我们知道,周代分西周东周两个阶段,西周起于公元前1050至1020之间的武王代商,到公元前771年,平王东迁而东周开始,从公元前770年到476年。距今有两三千年的历史,两千多年相对于人类整个历史其实并不长,更不用说自然界的漫漫长路了。然而,人类在几千年中的确发生了很多的事情,随时运之升降,王朝之更替,思潮纷起,可谓各领风騒。
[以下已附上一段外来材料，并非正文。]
//! The regularisation probe (crack band, Bažant & Oh 1983): along a path that takes the point
//! to full failure, the work done per unit volume W = ∫ σ·dε (trapezoid rule; all of it
//! dissipated once the stress is gone) times the characteristic length L equals the declared
//! fracture energy, and does not change with L.
//!
//! Suite fields: `"length"`, the property index (0-based) of L — the probe reruns the path with
//! L/2 and the strain increments doubled (the softening strain scales with 1/L) and compares
//! W·L; `"fracture_energy"`, the energy per unit area the path should dissipate (compared with
//! W·L, or with W alone when there is no `length`, as for a cohesive law whose strain is a
//! separation). Tolerance `tol` (relative, default 2e-2: the trapezoid rule over kinks that
//! fall inside increments). A path that does not reach full failure (final stress above 1e-6
//! of the largest) is skipped with that reason.

use super::Needs;
use super::{faulted, walk, Probe, ProbeEnv, ProbeResult, ProbeStatus};
use crate::convention::{Convention, ShearMeasure};
use crate::driver::Driver;
use crate::error::CoreError;
use crate::path::Path;
use crate::routine::Caller;

pub struct Regularisation;

const DEFAULT_TOL: f64 = 2e-2;

/// The work per unit volume σ·dε done along a walk (trapezoid rule in each increment) and the
/// size of the stress, to tell when it is gone: what the regularisation and the snap-back
/// probes measure, in one place.
pub(super) struct WorkMeter {
    /// σ·dε is the work with engineering shear; a tensor shear counts twice.
    weight: Vec<f64>,
    /// The work so far.
    pub work: f64,
    peak: f64,
    last: f64,
    /// The largest strain reached (norm of the end strain over the walk) and the stress's
    /// size there: a point fails at its furthest, not where a path brought it back to zero.
    furthest: f64,
    at_furthest: f64,
}

impl WorkMeter {
    pub fn new(conv: &Convention) -> WorkMeter {
        let tensor = conv.shear() == ShearMeasure::Tensor;
        let weight = conv.order().iter().map(|c| if c.is_shear() && tensor { 2.0 } else { 1.0 }).collect();
        WorkMeter { weight, work: 0.0, peak: 0.0, last: 0.0, furthest: 0.0, at_furthest: 0.0 }
    }

    /// The work from stress `s0` to `s1` over the fraction `f` of the strain increment `de`.
    pub fn part(&self, s0: &[f64], s1: &[f64], de: &[f64], f: f64) -> f64 {
        (0..s1.len()).map(|i| 0.5 * (s0[i] + s1[i]) * de[i] * f * self.weight[i]).sum::<f64>()
    }

    /// Add the driver's increment (its start to its base call) and follow the stress's size.
    pub fn add(&mut self, d: &Driver) {
        self.work += self.part(&d.start().stress, &d.base.stress, d.dstrain(), 1.0);
        self.last = d.base.stress.iter().map(|x| x * x).sum::<f64>().sqrt();
        self.peak = self.peak.max(self.last);
        let reach =
            d.start().strain.iter().zip(d.dstrain()).map(|(e, de)| (e + de) * (e + de)).sum::<f64>().sqrt();
        if reach >= self.furthest {
            (self.furthest, self.at_furthest) = (reach, self.last);
        }
    }

    /// The point failed: the stress is gone (below 1e-6 of the largest along the walk) at the
    /// end and at the largest strain reached (a path that unloads back to zero strain ends
    /// without stress, failed or not).
    pub fn stress_gone(&self) -> bool {
        self.last <= 1e-6 * self.peak && self.at_furthest <= 1e-6 * self.peak
    }
}

/// W along `path` with `props`, and whether the stress is gone at the end.
fn work(
    caller: &mut Caller<'_>,
    env: &ProbeEnv<'_>,
    props: &[f64],
    path: &Path,
) -> Result<(f64, bool), (usize, crate::routine::Fault)> {
    let env2 = ProbeEnv { props, path, ..*env };
    let mut meter = WorkMeter::new(&caller.info().convention.clone());
    walk(caller, &env2, |_, d, _| {
        meter.add(d);
        Ok(())
    })?;
    Ok((meter.work, meter.stress_gone()))
}

impl Probe for Regularisation {
    fn name(&self) -> &'static str {
        "regularisation"
    }
    fn needs(&self) -> Needs {
        Needs::LENGTH_OR_FRACTURE_ENERGY
    }
    fn run(&self, caller: &mut Caller<'_>, env: &ProbeEnv<'_>) -> Result<ProbeResult, CoreError> {
        // run_probes skips before this; a direct call gets the same reason.
        if let Some(why) = super::unmet(self.needs(), caller.capabilities(), caller.info(), env) {
            return Ok(ProbeResult::skipped(self.name(), why));
        }
        let name = self.name();
        let (length, g) = (env.spec.length, env.spec.fracture_energy);
        if let Some(i) = length {
            if i >= env.props.len() || !env.props[i].is_finite() || env.props[i] <= 0.0 {
                return Err(CoreError::LengthProperty(i));
            }
        }
        let tol = env.spec.tol.unwrap_or(DEFAULT_TOL);
        let (w, failed) = match work(caller, env, env.props, env.path) {
            Ok(x) => x,
            Err((k, f)) => return Ok(faulted(name, k, &f)),
        };
        if !failed {
            return Ok(ProbeResult::skipped(
                name,
                "the path does not take the point to full failure (the stress is not gone at its end, or not at the largest strain it reached)",
            ));
        }
        let l = length.map_or(1.0, |i| env.props[i]);
        let gl = w * l;
        // A cohesive law's work ∫ t·dδ is already per unit area: no length multiplies it.
        let mut details = if caller.info().convention.kind().is_cohesive() && length.is_none() {
            vec![format!("W = ∫ t·dδ = {w:.6e} per unit area (a cohesive law's dissipated energy)")]
        } else {
            vec![format!("W = {w:.6e} per unit volume, L = {l:.6e}: W·L = {gl:.6e}")]
        };
        let mut worst = 0.0_f64;
        let mut what = String::new();
        if let Some(i) = length {
            let mut half = env.props.to_vec();
            half[i] *= 0.5;
            let mut doubled = env.path.clone();
            for inc in &mut doubled.increments {
                for x in &mut inc.dstrain {
                    *x *= 2.0;
                }
            }
            let (w2, failed2) = match work(caller, env, &half, &doubled) {
                Ok(x) => x,
                Err((k, f)) => return Ok(faulted(name, k, &f)),
            };
            let gl2 = w2 * half[i];
            details.push(format!("with L/2 and the path doubled: W·L = {gl2:.6e}"));
            if !failed2 {
                return Ok(ProbeResult::skipped(
                    name,
                    "with L/2 the doubled path does not reach full failure",
                ));
            }
            let r = (gl2 - gl).abs() / gl.abs().max(1e-300);
            if r > worst {
                worst = r;
                what = format!("W·L changes with L: {gl:.6e} at L, {gl2:.6e} at L/2 (the length is not in the softening law)");
            }
        }
        let per_area = caller.info().convention.kind().is_cohesive() && length.is_none();
        if let Some(g) = g {
            let r = (gl - g).abs() / g.abs().max(1e-300);
            if r > worst {
                worst = r;
                what = if per_area {
                    format!("W = {gl:.6e} but the declared fracture energy is {g:.6e}")
                } else {
                    format!("W·L = {gl:.6e} but the declared fracture energy is {g:.6e}")
                };
            }
        }
        let mut res = if worst <= tol {
            let words = if per_area {
                format!("dissipated energy per unit area {gl:.6e}, as declared (within {worst:.1e})")
            } else {
                format!(
                    "dissipated energy × L = {gl:.6e}, as declared and independent of L (within {worst:.1e})"
                )
            };
            ProbeResult::new(name, ProbeStatus::Pass, words)
        } else {
            ProbeResult::new(name, ProbeStatus::Fail, what)
        };
        res.value = Some(worst);
        res.tol = Some(tol);
        res.details = details;
        Ok(res)
    }
}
不说别的,只是从晚清到现在,我们就足以体会到人事无常了,才一百多年,人们的生活、观念便发生极大的变化,当然这与西方文明的冲击有关。而从西周到春秋战国这几百年时间里,基本是在同一根基上生长出来的变化。我们就从周初的几种重要的制度开始探讨一下中国早期文化的发展状况。我们了解的西周文化,很大程度是从春秋乃至战国秦汉间的文献中获得的,主要依据的史料有:《尚书》(1)、《诗经》(2) 、《周礼》(3)、《春秋》(4)等,虽然我们知道,这些史料经过了理想化的重写,但其中也会有可信的东西。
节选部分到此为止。